WORK ITEM – Restate word for word the lines of the records below, starting at the line that contains "sizes[relative.as_posix()] = target.stat().st_size" and ending at the line that contains "path.stat().st_size for path", with both of those lines included and nothing else.

(Saved entries)

"""The staged tree: what goes onto a device, and nothing else.

The app is copied whole but for what only a desk uses. Of `analysis` only what the app can reach is copied: the
modules that the app's own files import, those that these import, and so on, inside functions too.
"""

from __future__ import annotations

import ast
import shutil
from dataclasses import dataclass
from pathlib import Path

from packing.spec import HERE, ROOT

PACKAGES = ("fieldapp", "analysis")
STARTS = ("fieldapp.app",)
"""What main.py imports; everything else is reached from here."""

DESK_ONLY = {
    "fieldapp.command": "the command `hingewise`: click and the desk's commands",
    "fieldapp.devices.replay": "samples from a file, for tests; a device has no way to it",
}
"""Modules of the app that stay at the desk, and why."""

DATA_SUFFIXES = {".kv", ".otf", ".txt", ".md"}
"""Files of the app beside its code: layouts, the font with its licence, the help."""


@dataclass(frozen=True, slots=True)
class Staged:
    """What was copied: paths relative to the tree, and their bytes."""

    folder: Path
    sizes: dict[str, int]

    @property
    def total(self) -> int:
        """Bytes of the whole tree."""
        return sum(self.sizes.values())

    def modules(self) -> set[str]:
        """Names of the staged modules and packages."""
        return {module_name(Path(name)) for name in self.sizes if name.endswith(".py")}


def module_name(path: Path) -> str:
    """Give the name under which a file, relative to the tree, is imported."""
    parts = path.with_suffix("").parts
    return ".".join(parts[:-1] if parts[-1] == "__init__" else parts)


def file_of(module: str, root: Path = ROOT) -> Path | None:
    """Give the file of one of the project's modules; None for what is no module of it."""
    base = root.joinpath(*module.split("."))
    for path in (base.with_suffix(".py"), base / "__init__.py"):
        if path.is_file():
            return path
    return None


def imports_of(path: Path, module: str) -> list[tuple[str, int]]:
    """Give every module that a file imports, with its line: inside functions too, for type checking not.

    "from a import b" gives a and a.b, since b may be a module; whoever asks drops what is none.
    """
    package = module if path.name == "__init__.py" else module.rpartition(".")[0]
    found: list[tuple[str, int]] = []

    def visit(node: ast.AST) -> None:
        if isinstance(node, ast.Import):
            found.extend((alias.name, node.lineno) for alias in node.names)
        elif isinstance(node, ast.ImportFrom):
            above = package.split(".")
            base = above[: len(above) - node.level + 1] if node.level else []
            name = ".".join([*base, *([node.module] if node.module else [])])
            found.append((name, node.lineno))
            found.extend((f"{name}.{alias.name}", node.lineno) for alias in node.names if name)
        for child in ast.iter_child_nodes(node):
            visit(child)

    def visit_all(nodes: list[ast.stmt]) -> None:
        for node in nodes:
            if isinstance(node, ast.If) and getattr(node.test, "id", "") == "TYPE_CHECKING":
                visit_all(node.orelse)
            else:
                visit(node)

    visit_all(ast.parse(path.read_text(encoding="utf-8")).body)
    return found


def reached(root: Path = ROOT) -> set[str]:
    """Give every module of the project that the app can reach on a device."""
    waiting, seen = list(STARTS), set()
    while waiting:
        module = waiting.pop()
        path = file_of(module, root)
        if module in seen or module in DESK_ONLY or path is None:
            continue
        seen.add(module)
        parent = module.rpartition(".")[0]
        waiting += [parent] if parent else []
        waiting += [name for name, _ in imports_of(path, module) if name.split(".")[0] in PACKAGES]
    return seen


def wanted_files(root: Path = ROOT) -> list[Path]:
    """Give the files to stage, relative to the project: the modules reached and the app's data."""
    modules = {path.relative_to(root) for module in reached(root) if (path := file_of(module, root))}
    data = {
        path.relative_to(root)
        for path in (root / "fieldapp").rglob("*")
        if path.is_file() and path.suffix in DATA_SUFFIXES
    }
    return sorted(modules | data)


def stage(folder: Path, root: Path = ROOT) -> Staged:
    """Make the tree anew in `folder`."""
    if folder.exists():
        if not (folder / "main.py").is_file() and any(folder.iterdir()):
            raise FileExistsError(f"{folder} holds something else than a staged tree; give another folder")
        shutil.rmtree(folder)
    sizes = {}
    for relative, source in [
        (Path("main.py"), HERE / "main.py"),
        (Path("LICENSE.txt"), root / "LICENSE"),
        *((path, root / path) for path in wanted_files(root)),
    ]:
        target = folder / relative
        target.parent.mkdir(parents=True, exist_ok=True)
        shutil.copyfile(source, target)
        sizes[relative.as_posix()] = target.stat().st_size
    return Staged(folder, sizes)


def staged_at(folder: Path) -> Staged:
    """Look at a tree that was staged before."""
    files = sorted(path for path in folder.rglob("*") if path.is_file() and "__pycache__" not in path.parts)
    return Staged(folder, {path.relative_to(folder).as_posix(): path.stat().st_size for path in files})
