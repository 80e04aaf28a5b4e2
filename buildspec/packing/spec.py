"""Reading buildozer.spec, and what a check has to say."""

from __future__ import annotations

import configparser
import re
import tomllib
from dataclasses import dataclass
from pathlib import Path

HERE = Path(__file__).resolve().parent.parent
ROOT = HERE.parent
SPEC = HERE / "buildozer.spec"
P4A_TAG = re.compile(r"v(\d{4})\.(\d{2})\.(\d{2})")


@dataclass(frozen=True, slots=True)
class Finding:
    """What is wrong, by the check that found it."""

    check: str
    text: str

    def __str__(self) -> str:
        return f"{self.check}: {self.text}"


@dataclass(frozen=True, slots=True)
class Pin:
    """One entry of the spec's requirements: a name, and the version asked for ('' for none)."""

    name: str
    version: str

    @property
    def release(self) -> str:
        """The version as the package itself says it: a tag of a repository has a v before it."""
        return self.version.removeprefix("v")


class Spec:
    """A buildozer.spec as buildozer reads it: names are case-sensitive, values are not interpolated."""

    def __init__(self, path: Path = SPEC) -> None:
        self.path = Path(path)
        self._parser = configparser.RawConfigParser()
        self._parser.optionxform = str  # type: ignore[assignment,method-assign]
        self._parser.read_string(self.path.read_text(encoding="utf-8"))

    def text(self, name: str, section: str = "app") -> str:
        """Give the value of an entry; '' where it has none."""
        return self._parser.get(section, name, fallback="").strip()

    def items(self, name: str) -> list[str]:
        """Give the values of an entry that is a list."""
        return [item.strip() for item in self.text(name).split(",") if item.strip()]

    def pins(self) -> list[Pin]:
        """Give the requirements."""
        parts = (item.partition("==") for item in self.items("requirements"))
        return [Pin(name.strip(), version.strip()) for name, _, version in parts]

    @property
    def folder(self) -> Path:
        """The folder that buildozer is run in, which paths in the spec start from."""
        return self.path.parent

    @property
    def p4a_release(self) -> str:
        """The release of python-for-android as the package index names it; '' where no tag is named."""
        found = P4A_TAG.fullmatch(self.text("p4a.branch"))
        return ".".join(str(int(part)) for part in found.groups()) if found else ""


def project_table() -> dict[str, object]:
    """Give the table [project] of pyproject.toml."""
    return tomllib.loads((ROOT / "pyproject.toml").read_text(encoding="utf-8"))["project"]


def check_identity(spec: Spec, project: dict[str, object]) -> list[Finding]:
    """Compare the name and the version of the package with those of pyproject.toml."""
    findings = []
    if spec.text("package.name") != project["name"]:
        findings.append(
            f"package.name is {spec.text('package.name')!r}, pyproject.toml says {project['name']!r}"
        )
    if spec.text("title").lower() != project["name"]:
        findings.append(f"title is {spec.text('title')!r}, pyproject.toml says {project['name']!r}")
    if spec.text("version"):
        findings.append("version is written down; it must be read from pyproject.toml by version.regex")
    else:
        source = spec.folder / spec.text("version.filename")
        read = (
            re.search(spec.text("version.regex") or "$^", source.read_text("utf-8"))
            if source.is_file()
            else None
        )
        if source.resolve() != ROOT / "pyproject.toml" or read is None or read.group(1) != project["version"]:
            found = read.group(1) if read else "nothing"
            findings.append(f"version.regex finds {found!r}, pyproject.toml says {project['version']!r}")
    return [Finding("identity", text) for text in findings]
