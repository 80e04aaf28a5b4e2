"""What pack.py is made of: the spec, the staged tree, and the checks of what would go onto a device."""
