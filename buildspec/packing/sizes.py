"""How large the package would be, about: for planning, and so that something large is noticed."""

from __future__ import annotations

import functools
import importlib.metadata
import zlib
from dataclasses import dataclass
from pathlib import Path
from typing import TYPE_CHECKING

from packing.spec import Finding

if TYPE_CHECKING:
    from packing.manifest import Rendered
    from packing.requirements import Resolved
    from packing.spec import Spec
    from packing.staging import Staged

CHECK = "size"
MOST_STAGED_bytes = 3_000_000  # the app is under 1 MB; three times that means that something came along
MOST_PACKAGE_bytes = 200_000_000  # what a store takes in one piece (from memory)

BASE_bytes = 22_000_000
"""Python, its library, SDL, OpenSSL and SQLite for one processor, packed: a guess from memory, not measured."""

NOT_COPIED = {"tests", "__pycache__"}
"""Folders of a requirement that python-for-android leaves out."""


@dataclass(frozen=True, slots=True)
class Estimate:
    """Bytes, packed where not said otherwise."""

    staged_bytes: int
    archive_bytes: int
    by_requirement: dict[str, int]
    """From the builds for this machine that are installed here, without what they bundle for the desk."""
    unknown: tuple[str, ...]
    processors: int

    @property
    def package_bytes(self) -> int:
        """The whole package, with every processor it is for."""
        return self.archive_bytes + self.processors * (BASE_bytes + sum(self.by_requirement.values()))

    def lines(self) -> list[str]:
        """Say it."""
        parts = ", ".join(
            f"{name} {size / 1e6:.1f}"
            for name, size in sorted(self.by_requirement.items(), key=lambda pair: -pair[1])
        )
        lines = [
            f"staged tree {self.staged_bytes / 1e3:.0f} kB, packed {self.archive_bytes / 1e3:.0f} kB",
            f"requirements for one processor, MB packed, from desktop builds: {parts}",
            f"package for {self.processors} processors about {self.package_bytes / 1e6:.0f} MB; Python and SDL a guess",
        ]
        if self.unknown:
            lines.append(f"not counted, since not installed here: {', '.join(self.unknown)}")
        return lines


@functools.cache
def packed_bytes(name: str) -> int | None:
    """Bytes that an installed distribution takes when packed; None where it is not installed."""
    try:
        files = importlib.metadata.files(name) or []
    except importlib.metadata.PackageNotFoundError:
        return None
    total = 0
    for file in files:
        path = Path(str(file.locate()))
        bundled = any(
            part.endswith(".libs") for part in file.parts
        )  # libraries a desktop wheel carries along
        if bundled or NOT_COPIED & set(file.parts[:-1]) or ".." in file.parts or not path.is_file():
            continue
        total += len(zlib.compress(path.read_bytes(), 6))
    return total


def estimate(spec: Spec, staged: Staged, rendered: Rendered, resolved: Resolved) -> Estimate:
    """Add up what is known."""
    names = sorted(
        {*resolved.wheels, *(name for name in ("kivy", "numpy", "pandas") if name in resolved.recipes)}
    )
    sizes = {name: packed_bytes(name) for name in names}
    return Estimate(
        staged_bytes=staged.total,
        archive_bytes=rendered.archive_bytes,
        by_requirement={name: size for name, size in sizes.items() if size is not None},
        unknown=tuple(name for name, size in sizes.items() if size is None),
        processors=len(spec.items("android.archs")),
    )


def check_sizes(guess: Estimate) -> list[Finding]:
    """Say what is too large."""
    findings = []
    if guess.staged_bytes > MOST_STAGED_bytes:
        findings.append(
            f"the staged tree has {guess.staged_bytes} bytes; more than {MOST_STAGED_bytes} is no app"
        )
    if guess.package_bytes > MOST_PACKAGE_bytes:
        findings.append(
            f"the package would have {guess.package_bytes} bytes; {MOST_PACKAGE_bytes} is the most"
        )
    return [Finding(CHECK, text) for text in findings]
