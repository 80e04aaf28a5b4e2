"""A plugin of pytest that writes down what the app imports and which of its files it opens while it runs.

It stands between every import statement and the machinery of importing, so that a module loaded long before is
seen again each time the app asks for it. Load it with ``-p packing.tracer``; the report goes to the file that
the variable HINGEWISE_TRACE names.
"""

from __future__ import annotations

import builtins
import json
import os
import sys
from importlib.util import resolve_name
from pathlib import Path
from typing import TYPE_CHECKING

from packing.imports import TRACE_VARIABLE
from packing.spec import ROOT
from packing.staging import PACKAGES

if TYPE_CHECKING:
    from collections.abc import Mapping, Sequence

CODE = {".py", ".pyc"}


class Tracer:
    """Imports by the app's own modules, each with who asked for it, and files of the app that were opened."""

    def __init__(self) -> None:
        self.imports: dict[str, set[str]] = {}
        self.files: set[str] = set()
        self._import = builtins.__import__
        self._tops = tuple(f"{ROOT / package}{os.sep}" for package in PACKAGES)

    def start(self) -> None:
        """Begin; it cannot be ended, since Python keeps an audit hook for as long as it runs."""
        builtins.__import__ = self._imported
        sys.addaudithook(self._audited)

    def _imported(
        self,
        name: str,
        globals: Mapping[str, object] | None = None,  # noqa: A002 - Python passes these by these names
        locals: Mapping[str, object] | None = None,  # noqa: A002
        fromlist: Sequence[str] | None = (),
        level: int = 0,
    ) -> object:
        module = self._import(name, globals, locals, fromlist, level)
        scope, wanted = globals or {}, fromlist or ()
        importer = str(scope.get("__name__", ""))
        if importer.partition(".")[0] in PACKAGES:
            full = resolve_name("." * level + name, str(scope.get("__package__"))) if level else name
            found = {full} | {f"{full}.{part}" for part in wanted if f"{full}.{part}" in sys.modules}
            for each in found:
                self.imports.setdefault(each, set()).add(importer)
        return module

    def _audited(self, event: str, values: tuple[object, ...]) -> None:
        if event == "open" and isinstance(values[0], str) and values[0].startswith(self._tops):
            path = Path(values[0])
            if path.suffix not in CODE and "__pycache__" not in path.parts and path.is_file():
                self.files.add(path.relative_to(ROOT).as_posix())

    def report(self) -> str:
        """What was seen, as JSON."""
        imports = {name: sorted(importers) for name, importers in sorted(self.imports.items())}
        return json.dumps({"imports": imports, "files": sorted(self.files)}, indent=1)


TRACER = Tracer()
if TRACE_VARIABLE in os.environ:
    TRACER.start()


def pytest_sessionfinish() -> None:
    """Write the report."""
    if TRACE_VARIABLE in os.environ:
        Path(os.environ[TRACE_VARIABLE]).write_text(TRACER.report(), encoding="utf-8")
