"""Run as a program: let buildozer and python-for-android themselves make of a spec all that needs no Android SDK.

``python p4a_render.py SPEC STAGED WORK`` - buildozer copies the staged tree and says what it would tell
python-for-android; python-for-android's own program parses that, its build.py renders the manifest and packs the
private archive in a folder laid out as its distribution, and its hooks run in their order. What is missing is
what an SDK compiles. Prints one line of JSON: the folder of the distribution and the version of the app.
"""

from __future__ import annotations

import contextlib
import importlib.util
import json
import os
import shutil
import sys
from pathlib import Path

import pythonforandroid
from buildozer import Buildozer
from pythonforandroid.toolchain import ToolchainCL

BOOTSTRAPS = Path(pythonforandroid.__file__).parent / "bootstraps"
LAYERS = ("common", "_sdl_common", "sdl2")
"""Folders that python-for-android lays over one another for the bootstrap sdl2."""


class Asked(Exception):  # noqa: N818 - a way out, no error
    """What buildozer would start python-for-android with."""

    def __init__(self, arguments: list[str]) -> None:
        super().__init__(arguments)
        self.arguments = arguments


class Toolchain(ToolchainCL):
    """python-for-android's program, stopped where it would begin to compile."""

    def apk(self, args: object) -> None:
        """Keep the parsed arguments instead of building."""
        self.args = args


def ask_buildozer(spec: Path) -> tuple[list[str], Buildozer]:
    """Let buildozer copy the tree; give the arguments that it would start python-for-android with."""
    builder = Buildozer(spec.name, "android")
    builder.build_application()
    target = builder.target
    made = Path(target.get_dist_dir(builder.config.get("app", "package.name")))
    made.mkdir(parents=True)
    # As python-for-android leaves it, for the API that buildozer hands it in the environment.
    (made / "project.properties").write_text(f"target=android-{target.android_api}", encoding="utf-8")

    def asked(command: list[str], **_: object) -> None:
        raise Asked([*command, *target.extra_p4a_args])

    target._p4a = asked  # noqa: SLF001 - the one place where buildozer would start the other
    target.build_mode = "debug"
    try:
        target.build_package()
    except Asked as way_out:
        return way_out.arguments, builder
    raise RuntimeError("buildozer did not ask for a package")


def lay_distribution(folder: Path, builder: Buildozer) -> None:
    """Lay out what python-for-android would have built, without the compiled parts."""
    made_by_buildozer = Path(builder.target.get_dist_dir(builder.config.get("app", "package.name")))
    for layer in LAYERS:
        shutil.copytree(BOOTSTRAPS / layer / "build", folder, dirs_exist_ok=True)
    shutil.copytree(made_by_buildozer, folder, dirs_exist_ok=True)
    archs = builder.config.getlist("app", "android.archs")
    api = int(builder.config.get("app", "android.minapi"))
    told = {"bootstrap": "sdl2", "archs": archs, "ndk_api": api, "hostpython": sys.executable}
    (folder / "dist_info.json").write_text(json.dumps(told), encoding="utf-8")
    sdk = folder / "no-sdk"
    (sdk / "build-tools" / f"{builder.config.get('app', 'android.api')}.0.0").mkdir(parents=True)
    (folder / "local.properties").write_text(f"sdk.dir={sdk}", encoding="utf-8")
    for arch in archs:
        (folder / f"_python_bundle__{arch}").mkdir()
        (folder / "libs" / arch).mkdir(parents=True, exist_ok=True)


def render(arguments: list[str], folder: Path) -> None:
    """Do what python-for-android does between parsing its arguments and calling gradle."""
    sys.argv = ["p4a", *arguments]
    toolchain = Toolchain()
    toolchain._fix_args(toolchain.args)  # noqa: SLF001 - its own next step
    os.chdir(folder)
    toolchain.hook("before_apk_build")
    module = importlib.util.spec_from_file_location("build", folder / "build.py")
    assert module is not None and module.loader is not None  # noqa: S101, PT018 - for the type checker
    build = importlib.util.module_from_spec(module)
    module.loader.exec_module(build)
    # Compiling each file in a process of its own takes a minute and changes nothing of what is looked at.
    build.parse_args_and_make_package([*toolchain.args.unknown_args, "--no-byte-compile-python"])
    toolchain.hook("after_apk_build")
    toolchain.hook("before_apk_assemble")


def main(spec: Path, staged: Path, work: Path) -> None:
    """Render everything below `work`, which must not exist."""
    work.mkdir(parents=True)
    os.environ.update(
        HOME=str(work / "home"),  # buildozer and python-for-android keep folders there
        APP_SOURCE_DIR=str(staged),
        BUILDOZER_BUILD_DIR=str(work / "buildozer"),
        BUILDOZER_BIN_DIR=str(work / "bin"),
    )
    (work / "home").mkdir()
    os.chdir(spec.parent)
    with contextlib.redirect_stdout(sys.stderr):
        arguments, builder = ask_buildozer(spec)
        lay_distribution(work / "dist", builder)
        version = builder.get_version()
        render(arguments, work / "dist")
    print(json.dumps({"dist": str(work / "dist"), "version": version}))


if __name__ == "__main__":
    main(*(Path(argument).resolve() for argument in sys.argv[1:4]))
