"""What the manifest, rendered by python-for-android itself, would let the app do."""

from __future__ import annotations

import json
import subprocess
import sys
import tarfile
import xml.etree.ElementTree as ET
from dataclasses import dataclass
from pathlib import Path
from typing import TYPE_CHECKING

from packing.spec import Finding

if TYPE_CHECKING:
    from packing.spec import Spec
    from packing.staging import Staged

CHECK = "manifest"
ANDROID = "{http://schemas.android.com/apk/res/android}"
ALLOWED = {
    "android.permission.ACCESS_FINE_LOCATION": "the place of an outcrop",
    "android.permission.ACCESS_COARSE_LOCATION": "Android asks for it together with the fine one",
    "android.permission.VIBRATE": "a reading kept is felt",
}
"""The permissions the app may ask for, and what for."""
MAY_BE_MISSING = (
    "android.hardware.location",
    "android.hardware.location.gps",
    "android.hardware.location.network",
    "android.hardware.sensor.accelerometer",
    "android.hardware.sensor.compass",
)
"""Parts of a device without which the app works, so that they must not keep it from being installed."""
LEAST_TARGET = 36  # asked of new apps by the large store from August 2026 on (from memory)


@dataclass(frozen=True, slots=True)
class Rendered:
    """What python-for-android made of the spec."""

    manifest: str
    version: str
    resources: frozenset[str]
    """Files below res/, such as xml/shared_files.xml."""
    archived: frozenset[str]
    """Files of the private archive, which the device unpacks."""
    archive_bytes: int


def render(spec: Spec, staged: Staged, work: Path) -> Rendered | Finding:
    """Let buildozer and python-for-android render; a finding where they refuse."""
    program = Path(__file__).with_name("p4a_render.py")
    done = subprocess.run(
        [sys.executable, str(program), str(spec.path), str(staged.folder), str(work)],
        capture_output=True,
        text=True,
        check=False,
    )
    if done.returncode != 0:
        last = [line for line in done.stderr.splitlines() if line.strip()][-3:]
        return Finding(CHECK, "buildozer or python-for-android refuses the spec: " + " / ".join(last))
    told = json.loads(done.stdout.splitlines()[-1])
    main = Path(told["dist"]) / "src" / "main"
    archive = main / "assets" / "private.tar"
    with tarfile.open(archive) as tar:
        archived = frozenset(member.name for member in tar if member.isfile())
    return Rendered(
        manifest=(main / "AndroidManifest.xml").read_text(encoding="utf-8"),
        version=told["version"],
        resources=frozenset(
            path.relative_to(main / "res").as_posix() for path in (main / "res").rglob("*") if path.is_file()
        ),
        archived=archived,
        archive_bytes=archive.stat().st_size,
    )


def check_manifest(rendered: Rendered, spec: Spec, project: dict[str, object]) -> list[Finding]:
    """Read the manifest as Android would."""
    # Rendered a moment ago by a program on this machine: there is no hostile XML to guard against.
    root = ET.fromstring(rendered.manifest)  # noqa: S314
    findings: list[str] = []
    asked = {
        element.get(f"{ANDROID}name") for element in root.iter() if element.tag.startswith("uses-permission")
    }
    findings += [f"asks for the permission {name}" for name in sorted(asked - set(ALLOWED), key=str)]
    findings += [f"does not ask for {name}: {ALLOWED[name]}" for name in sorted(set(ALLOWED) - asked)]
    optional = {
        element.get(f"{ANDROID}name")
        for element in root.iter("uses-feature")
        if element.get(f"{ANDROID}required") == "false"
    }
    needed = {element.get(f"{ANDROID}name") for element in root.iter("uses-feature")} - optional - {None}
    findings += [f"cannot be installed on a device without {name}" for name in sorted(needed)]
    findings += [
        f"does not say that {name} may be missing" for name in MAY_BE_MISSING if name not in optional
    ]
    if root.get(f"{ANDROID}versionName") != project["version"]:
        findings.append(
            f"is version {root.get(f'{ANDROID}versionName')}; pyproject.toml says {project['version']}"
        )
    sdk = root.find("uses-sdk")
    target = int(sdk.get(f"{ANDROID}targetSdkVersion", "0")) if sdk is not None else 0
    if target < LEAST_TARGET:
        findings.append(f"aims at Android API {target}; {LEAST_TARGET} is current")
    findings += _application_faults(root, rendered)
    if "arm64-v8a" not in spec.items("android.archs"):
        findings.append("is not built for arm64-v8a")
    return [Finding(CHECK, text) for text in findings]


def _application_faults(root: ET.Element, rendered: Rendered) -> list[str]:
    application, activity = root.find("application"), root.find("application/activity")
    if application is None or activity is None:
        return ["has no activity"]
    faults = []
    if activity.get(f"{ANDROID}screenOrientation") != "unspecified":
        faults.append(f"holds the screen at {activity.get(f'{ANDROID}screenOrientation')}")
    # Without these Android would start the app anew at each turn of the device.
    handled = set((activity.get(f"{ANDROID}configChanges") or "").split("|"))
    faults += [
        f"is started anew when {change} changes" for change in sorted({"orientation", "screenSize"} - handled)
    ]
    if application.get(f"{ANDROID}allowBackup") != "true":
        faults.append("keeps the notebook out of the device's backup")
    if application.get(f"{ANDROID}enableOnBackInvokedCallback") != "false":
        faults.append("does not get the back key from Android 16 on")
    named = [application.get(f"{ANDROID}{name}") for name in ("fullBackupContent", "dataExtractionRules")]
    providers = [each for each in application.iter("provider") if each.get(f"{ANDROID}exported") == "false"]
    if not any(str(each.get(f"{ANDROID}name")).endswith(".FileProvider") for each in providers):
        faults.append("has no provider: a file cannot be shared")
    named += [data.get(f"{ANDROID}resource") for each in providers for data in each.iter("meta-data")]
    for name in named:
        if name is None:
            faults.append("names no rules for the backup")
        elif f"{name.removeprefix('@')}.xml" not in rendered.resources:
            faults.append(f"names {name}, which is not among the resources")
    return faults


def check_archive(rendered: Rendered, staged: Staged) -> list[Finding]:
    """Whether every staged file comes through buildozer's own choice of files into the archive."""
    lost = set(staged.sizes) - rendered.archived
    return [Finding(CHECK, f"{name} is staged, but buildozer leaves it out") for name in sorted(lost)]
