import { expect, it } from 'vitest';
import { parseLanes } from './lane-list.ts';

it('reads lanes as people write them, in their order', () => {
  expect(parseLanes('25–28, 3')).toEqual([25, 26, 27, 28, 3]);
  expect(parseLanes('8-6')).toEqual([8, 7, 6]);
  expect(['', 'x', '1–', '1 2', '100'].map(parseLanes)).toEqual([null, null, null, null, null]);
});
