import type { NightView } from '#shared/contracts/numbers.ts';
import { nightRows, wording } from '#shared/text/en/numbers.ts';
import { Table, Td, Th } from '../../../ui/table.tsx';

/** The night beside the same weekday's last eight: median, and from least to greatest. */
export function NightTable({ night }: { night: NightView }) {
  const n = Math.max(0, ...Object.values(night.past).map((p) => p.n));
  return (
    <Table caption={wording.nightOf(night.date)}>
      <thead>
        <tr>
          <Th><span className="sr-only">{wording.nightOf(night.date)}</span></Th>
          <Th>{wording.thisNight}</Th>
          <Th>{wording.past(n, night.date)}</Th>
        </tr>
      </thead>
      <tbody>
        {nightRows(night.figures).map((row) => {
          const past = night.past[row.figure];
          return (
            <tr key={row.figure}>
              <th scope="row" className="border-t border-rule py-2.5 pr-4 text-left align-baseline font-[450] text-dim">{row.name}</th>
              <Td>
                <span className="type-number">{row.value}</span>
                {row.note ? <small className="block text-dim">{row.note}</small> : null}
              </Td>
              <Td>
                {past.median === null ? '–' : row.past(past.median)}
                {past.low !== null && past.high !== null && past.n > 1 ? <small className="block text-dim">{`${row.past(past.low)} – ${row.past(past.high)}`}</small> : null}
              </Td>
            </tr>
          );
        })}
      </tbody>
    </Table>
  );
}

SOLVED EXERCISE –
        sizes[relative.as_posix()] = target.stat().st_size
    return Staged(folder, sizes)


def staged_at(folder: Path) -> Staged:
    """Look at a tree that was staged before."""
    files = sorted(path for path in folder.rglob("*") if path.is_file() and "__pycache__" not in path.parts)
    return Staged(folder, {path.relative_to(folder).as_posix(): path.stat().st_size for path in files})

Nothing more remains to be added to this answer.